- **YOUR ASSIGNMENT**:
All the data beneath this line is to be reproduced exactly.

- **EXTRACTED INFORMATION**:
+++

fn read_one(
    node: &Node,
    file: &File,
    tables: &Tables,
    seen: &mut Seen,
    entries: &mut Entries,
    problems: &mut Problems,
) {
    let what = match file.holds {
        Holds::Relations => "a relation",
        Holds::Constraints => "a constraint",
        _ => "a figure",
    };
    let Some(mut fields) = Fields::of(node, what, problems) else { return };
    let Some(entry) = entry(node, &mut fields, file, tables, problems) else { return };
    let id = entry.id.clone();
    seen.add(file.holds, &id, file.overlaid, node, problems);
    let scope = EntryScope { tables, entry: &entry };
    let read = match file.holds {
        Holds::Relations => {
            relation(&mut fields, &scope, problems).map(|(gives, kind, rank, formula, scatter)| {
                let relation = Relation { gives, kind, rank, formula, scatter, entry: entry.clone() };
                entries.relations.insert(id.clone(), relation);
            })
        }
        Holds::Constraints => {
            constraint(node, &mut fields, &scope, problems).map(|(sides, unit, speaks_of)| {
                let [available, required] = sides;
                let constraint = Constraint { available, required, unit, speaks_of, entry: entry.clone() };
                entries.constraints.insert(id.clone(), constraint);
            })
        }
        _ => figure(&mut fields, &scope, problems).map(|(kind, formula, scatter, unit)| {
            let figure = Figure { kind, formula, scatter, unit, entry: entry.clone() };
            entries.figures.insert(id.clone(), figure);
        }),
    };
    fields.finish(problems);
    if read.is_some() && file.overlaid {
        entries.overlaid.insert(id);
    }
}

/// What the names in an entry's formulas mean.
struct EntryScope<'a> {
    tables: &'a Tables,
    entry: &'a Entry,
}

impl Scope for EntryScope<'_> {
    fn dimension_of(&self, name: &str) -> Option<Dimension> {
        let parameter = self.entry.parameters.get(name).map(|parameter| parameter.unit.dimension());
        let joint = || self.entry.joint.as_ref()?.units.get(name).map(Unit::dimension);
        let constant = || self.tables.constants.get(name).map(|constant| constant.unit.dimension());
        let quantity = || self.tables.quantities.get(name).map(super::entry::Quantity::dimension);
        parameter.or_else(joint).or_else(constant).or_else(quantity)
    }

    fn curve(&self, name: &str) -> Option<(Dimension, Dimension)> {
        self.entry.curves.get(name).map(|curve| (curve.form().argument, curve.form().value))
    }

    fn names(&self) -> Vec<String> {
        let joint = self.entry.joint.iter().flat_map(|joint| joint.units.keys());
        self.entry
            .parameters
            .keys()
            .chain(joint)
            .chain(self.tables.constants.keys())
            .chain(self.tables.quantities.keys())
            .cloned()
            .collect()
    }
}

+++

- **WORKED SOLUTION**:
fn read_one(
    node: &Node,
    file: &File,
    tables: &Tables,
    seen: &mut Seen,
    entries: &mut Entries,
    problems: &mut Problems,
) {
    let what = match file.holds {
        Holds::Relations => "a relation",
        Holds::Constraints => "a constraint",
        _ => "a figure",
    };
    let Some(mut fields) = Fields::of(node, what, problems) else { return };
    let Some(entry) = entry(node, &mut fields, file, tables, problems) else { return };
    let id = entry.id.clone();
    seen.add(file.holds, &id, file.overlaid, node, problems);
    let scope = EntryScope { tables, entry: &entry };
    let read = match file.holds {
        Holds::Relations => {
            relation(&mut fields, &scope, problems).map(|(gives, kind, rank, formula, scatter)| {
                let relation = Relation { gives, kind, rank, formula, scatter, entry: entry.clone() };
                entries.relations.insert(id.clone(), relation);
            })
        }
        Holds::Constraints => {
            constraint(node, &mut fields, &scope, problems).map(|(sides, unit, speaks_of)| {
                let [available, required] = sides;
                let constraint = Constraint { available, required, unit, speaks_of, entry: entry.clone() };
                entries.constraints.insert(id.clone(), constraint);
            })
        }
        _ => figure(&mut fields, &scope, problems).map(|(kind, formula, scatter, unit)| {
            let figure = Figure { kind, formula, scatter, unit, entry: entry.clone() };
            entries.figures.insert(id.clone(), figure);
        }),
    };
    fields.finish(problems);
    if read.is_some() && file.overlaid {
        entries.overlaid.insert(id);
    }
}

/// What the names in an entry's formulas mean.
struct EntryScope<'a> {
    tables: &'a Tables,
    entry: &'a Entry,
}

impl Scope for EntryScope<'_> {
    fn dimension_of(&self, name: &str) -> Option<Dimension> {
        let parameter = self.entry.parameters.get(name).map(|parameter| parameter.unit.dimension());
        let joint = || self.entry.joint.as_ref()?.units.get(name).map(Unit::dimension);
        let constant = || self.tables.constants.get(name).map(|constant| constant.unit.dimension());
        let quantity = || self.tables.quantities.get(name).map(super::entry::Quantity::dimension);
        parameter.or_else(joint).or_else(constant).or_else(quantity)
    }

    fn curve(&self, name: &str) -> Option<(Dimension, Dimension)> {
        self.entry.curves.get(name).map(|curve| (curve.form().argument, curve.form().value))
    }

    fn names(&self) -> Vec<String> {
        let joint = self.entry.joint.iter().flat_map(|joint| joint.units.keys());
        self.entry
            .parameters
            .keys()
            .chain(joint)
            .chain(self.tables.constants.keys())
            .chain(self.tables.quantities.keys())
            .cloned()
            .collect()
    }
}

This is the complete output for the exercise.